Description of the task
What lines of the material hold the string "begin"? Pull each of them out.
# # # # #
"""The run report: one self-contained HTML file from the ledger, checked in headless Chromium."""

from __future__ import annotations

import base64
import io
import json
import os
import re
import shutil
import socket
import subprocess
import time
import urllib.request
from pathlib import Path

import numpy as np
import polars as pl
import pytest

from pipeline import cli, progress, store
from pipeline.report import ReportError, write_report
from pipeline.report.figures import Chart

SAMPLE_LAKE = Path(__file__).resolve().parent.parent / "sample_lake"
HOSTILE = "<script>alert('x')</script>\"'; drop table savings; --&amp;"
"""A premise id built to break HTML and SQL that splices text (data must never be markup)."""


@pytest.fixture(scope="module")
def report(sample_lake_run, tmp_path_factory):
    """The report of the sample-lake run in a folder of its own, with one premise asked for by name."""
    config = sample_lake_run.config
    out = tmp_path_factory.mktemp("report_out")
    return write_report(config.ledger_path, out, premises=("P0001",), few=3, settings=config.duckdb)


def _chart(report, name: str) -> Chart:
    return next(c for c in report.charts if c.name == name)


# ---- what the page holds ---------------------------------------------------------------------------


def test_report_is_one_file_with_every_figure_inline_and_as_png(report):
    """Each figure is inline (same PNG bytes as its file) and the page names nothing outside itself."""
    html = report.html.read_text()
    assert report.html.name == "report.html" and report.html.parent.name == report.run_id
    assert len(report.pngs) == len(report.charts) >= 6
    for path in report.pngs:
        data = path.read_bytes()
        assert data[:8] == b"\x89PNG\r\n\x1a\n"
        assert f"data:image/png;base64,{base64.b64encode(data).decode()}" in html
    # No script, no external reference of any kind (href/src to http, //, file, or a stylesheet link).
    assert "<script" not in html.lower() and "<link" not in html.lower()
    assert "url(" not in html and "@import" not in html
    for attr in ("src=", "href="):
        values = [part.split('"')[1] for part in html.split(attr)[1:]]
        assert all(v.startswith(("data:image/png;base64,", "#")) for v in values), attr


def test_report_prints_the_caution_and_the_comfort_penalty_price(report, sample_lake_run):
    """The safety caution and the comfort-penalty price (the run's own setting) are on the page."""
    html = report.html.read_text()
    assert "Local codes, program rules and licensed practice govern what is sent to a device" in html
    price = sample_lake_run.config.comfort_penalty_usd_per_degree_hour
    assert f"<b>{price:,.2f} USD per °C-hour</b>" in html


def test_sections_say_plainly_when_a_table_is_not_in_the_ledger(tmp_path, sample_lake_run, report):
    """A ledger without the later stages' tables (an older run's) gets a plain sentence for each."""
    ledger = tmp_path / "ledger"
    later = {"recommendation", "recommendation_total", "safety_test", "schedule", "estimate_path"}
    _copy_ledger(sample_lake_run.config.ledger_path, ledger, report.run_id, {}, skip=later)
    html = write_report(ledger, tmp_path, few=1).html.read_text()
    for text in (
        "No recommendation table in this run&#x27;s ledger",
        "No safety_test table in this run&#x27;s ledger",
        "No schedule table in this run&#x27;s ledger",
        "No estimate_path table in this run&#x27;s ledger",
        "No truth table beside this run&#x27;s ledger",
    ):
        assert text in html
    # The full run has them: none of those sentences but the truth one (`thermal-ledger truth` not run).
    full = report.html.read_text()
    assert "No truth table beside" in full
    assert not any(t in full for t in ("No recommendation table", "No safety_test table", "No estimate_path"))


def test_home_pages_are_the_best_and_worst_few_and_the_premise_asked_for(report, sample_lake_run):
    """Home pages: the 3 largest and 3 smallest supported savings (from the ledger) and P0001."""
    con = store.connect_ledger(sample_lake_run.config.ledger_path)
    best = con.execute(
        "select key, max(savings_usd_per_episode) as s from savings"
        " where run_id = $r and scope = 'premise' and recommended and status = 'ok'"
        " group by key order by s desc, key",
        {"r": report.run_id},
    ).fetchall()
    keys = [k for k, _ in best]
    assert report.homes[:3] == keys[:3]
    assert set(report.homes[3:6]) == set(keys[-3:])
    assert report.homes[-1] == "P0001"


# ---- plotted series against the ledger ------------------------------------------------------------


def test_program_savings_figure_plots_the_ledger_rows(report, sample_lake_run):
    """Estimates, interval ends and lower bounds drawn equal the savings rows queried from the ledger."""
    con = store.connect_ledger(sample_lake_run.config.ledger_path)
    rows = con.execute(
        "select savings_usd_per_episode, ci_low, ci_high, lower_bound_usd from savings"
        " where run_id = $r and scope = 'portfolio' and recommended order by policy_name, mode",
        {"r": report.run_id},
    ).fetchall()
    expected = np.array(rows, dtype=float)
    ax = _chart(report, "program-savings").figure.axes[0]
    estimates, bounds = (c.get_offsets()[:, 0] for c in ax.collections)
    # The interval bands are the horizontal two-point lines (the zero line is vertical).
    bands = np.array([line.get_xdata() for line in ax.lines if np.ptp(line.get_ydata()) == 0])
    np.testing.assert_allclose(estimates, expected[:, 0])
    np.testing.assert_allclose(bands[:, 0], expected[:, 1])
    np.testing.assert_allclose(bands[:, 1], expected[:, 2])
    np.testing.assert_allclose(bounds, expected[:, 3])


def test_episode_cost_figure_plots_the_homes_episode_rows(report, sample_lake_run):
    """A home's plotted episode costs are minus return_usd of its used episode_summary rows, in time order."""
    con = store.connect_ledger(sample_lake_run.config.ledger_path)
    premise = report.homes[0]
    costs = [
        -r[0]
        for r in con.execute(
            "select return_usd from episode_summary where run_id = $r and premise_id = $p"
            " and excluded_reason is null order by start_utc",
            {"r": report.run_id, "p": premise},
        ).fetchall()
    ]
    ax = _chart(report, "home-01-episodes").figure.axes[0]
    np.testing.assert_allclose(ax.collections[0].get_offsets()[:, 1], costs)


# ---- hostile data and filled-in sections ---------------------------------------------------------


def _copy_ledger(
    source: Path, target: Path, run_id: str, rename: dict[str, str], skip: set[str] = frozenset()
) -> None:
    """Copy one run's ledger files but ``skip``'s tables, renaming premise ids in premise columns and keys."""
    for path in source.glob(f"*/run_date=*/{run_id}*.parquet"):
        if path.parent.parent.name in skip:
            continue
        frame = pl.read_parquet(path)
        for column in ("premise_id", "key"):
            if column in frame.columns:
                frame = frame.with_columns(pl.col(column).replace(rename))
        out = target / path.relative_to(source)
        out.parent.mkdir(parents=True, exist_ok=True)
        frame.write_parquet(out)


def test_strings_from_data_are_escaped(tmp_path, sample_lake_run, report):
    """A premise id made of HTML and SQL fragments appears only escaped, and the page gets no script."""
    ledger = tmp_path / "ledger"
    _copy_ledger(sample_lake_run.config.ledger_path, ledger, report.run_id, {"P0001": HOSTILE})
    made = write_report(ledger, tmp_path, premises=(HOSTILE,), few=0)
    html = made.html.read_text()
    assert HOSTILE not in html and "<script" not in html
    assert (
        "&lt;script&gt;alert(&#x27;x&#x27;)&lt;/script&gt;&quot;&#x27;; drop table savings; --&amp;amp;"
        in html
    )
    assert made.homes == [HOSTILE]


def test_recommendation_chart_counts_the_ledgers_recommendation_rows(report, sample_lake_run):
    """The homes-per-recommendation bars are the recommendation table's homes per decision and policy."""
    con = store.connect_ledger(sample_lake_run.config.ledger_path)
    expected = con.execute(
        "select case when decision = 'send' then policy else 'keep current' end as label,"
        " count(distinct premise_id) from recommendation where run_id = $r group by label order by label",
        {"r": report.run_id},
    ).fetchall()
    counts = _chart(report, "recommendations").plotted.sort("label")
    assert counts.rows() == expected and sum(n for _, n in expected) == 60
    ax = _chart(report, "recommendations").figure.axes[0]
    assert sorted(p.get_width() for p in ax.patches) == sorted(n for _, n in expected)


def test_unknown_premise_and_missing_ledger_are_one_line_and_exit_2(tmp_path, capsys, sample_lake_run):
    """`report --premise` naming no premise, or an --out with no ledger, answers one line, exit code 2."""
    out = str(sample_lake_run.config.out)
    assert cli.main(["report", "--out", out, "--premise", "P9999"]) == cli.EXIT_USAGE
    assert cli.main(["report", "--out", str(tmp_path)]) == cli.EXIT_USAGE
    err = capsys.readouterr().err
    assert err.count("\n") == 2 and "Traceback" not in err
    assert "--premise P9999: no such premise" in err and "no ledger at" in err
    with pytest.raises(ReportError, match="--run nope"):
        write_report(sample_lake_run.config.ledger_path, tmp_path, run_id="nope")


# ---- progress ------------------------------------------------------------------------------------


def test_progress_is_absent_when_stdout_is_not_a_terminal(tmp_path, capsys, sample_lake_run):
    """Off a terminal (captured output), `report` prints its result line and no progress at all."""
    assert cli.main(["report", "--out", str(sample_lake_run.config.out), "--set", "report_homes=1"]) == 0
    out, err = capsys.readouterr()
    assert err == "" and out.startswith("report of run ") and out.count("\n") == 1


def test_progress_is_drawn_when_shown_and_silent_outside():
    """Reported steps reach the stream inside `shown(enabled=True)`; outside it they are no-ops."""
    stream = io.StringIO()
    with progress.shown(enabled=True, stream=stream):
        progress.begin("report", total=2, description="report: drawing")
        progress.advance("report")
        time.sleep(0.15)
        progress.advance("report")
    assert "report: drawing" in stream.getvalue()
    quiet = io.StringIO()
    with progress.shown(enabled=False, stream=quiet):
        progress.begin("report", total=2)
        progress.advance("report")
    progress.advance("report")
    assert quiet.getvalue() == ""


# ---- the page in a real browser ------------------------------------------------------------------


def _chromium() -> str | None:
    return next((p for p in map(shutil.which, ("chromium", "chromium-browser", "google-chrome")) if p), None)


class _DevTools:
    """A minimal Chrome DevTools protocol client over one page's websocket (commands and events)."""

    def __init__(self, url: str):
        from websockets.sync.client import connect

        self.ws = connect(url, max_size=None, open_timeout=30)
        self.next_id = 0
        self.events: list[dict] = []

    def send(self, method: str, **params) -> dict:
        self.next_id += 1
        self.ws.send(json.dumps({"id": self.next_id, "method": method, "params": params}))
        while True:
            message = json.loads(self.ws.recv(timeout=60))
            if message.get("id") == self.next_id:
                if "error" in message:
                    raise AssertionError(f"{method}: {message['error']}")
                return message.get("result", {})
            self._event(message)

    def wait_for(self, method: str, timeout: float = 60) -> dict:
        deadline = time.monotonic() + timeout
        while time.monotonic() < deadline:
            for event in self.events:
                if event["method"] == method:
                    return event
            self._event(json.loads(self.ws.recv(timeout=deadline - time.monotonic())))
        raise AssertionError(f"no {method} within {timeout} s")

    def _event(self, message: dict) -> None:
        if "method" not in message:
            return
        self.events.append(message)
        if message["method"] == "Fetch.requestPaused":
            # Every request Fetch sees is outside the file: refuse it (network is blocked) and keep it.
            self.ws.send(
                json.dumps(
                    {
                        "id": 10_000 + len(self.events),
                        "method": "Fetch.failRequest",
                        "params": {
                            "requestId": message["params"]["requestId"],
                            "errorReason": "BlockedByClient",
                        },
                    }
                )
            )


def _free_port() -> int:
    with socket.socket() as s:
        s.bind(("127.0.0.1", 0))
        return s.getsockname()[1]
# # # # #
Result below
        progress.begin("report", total=2, description="report: drawing")
        progress.begin("report", total=2)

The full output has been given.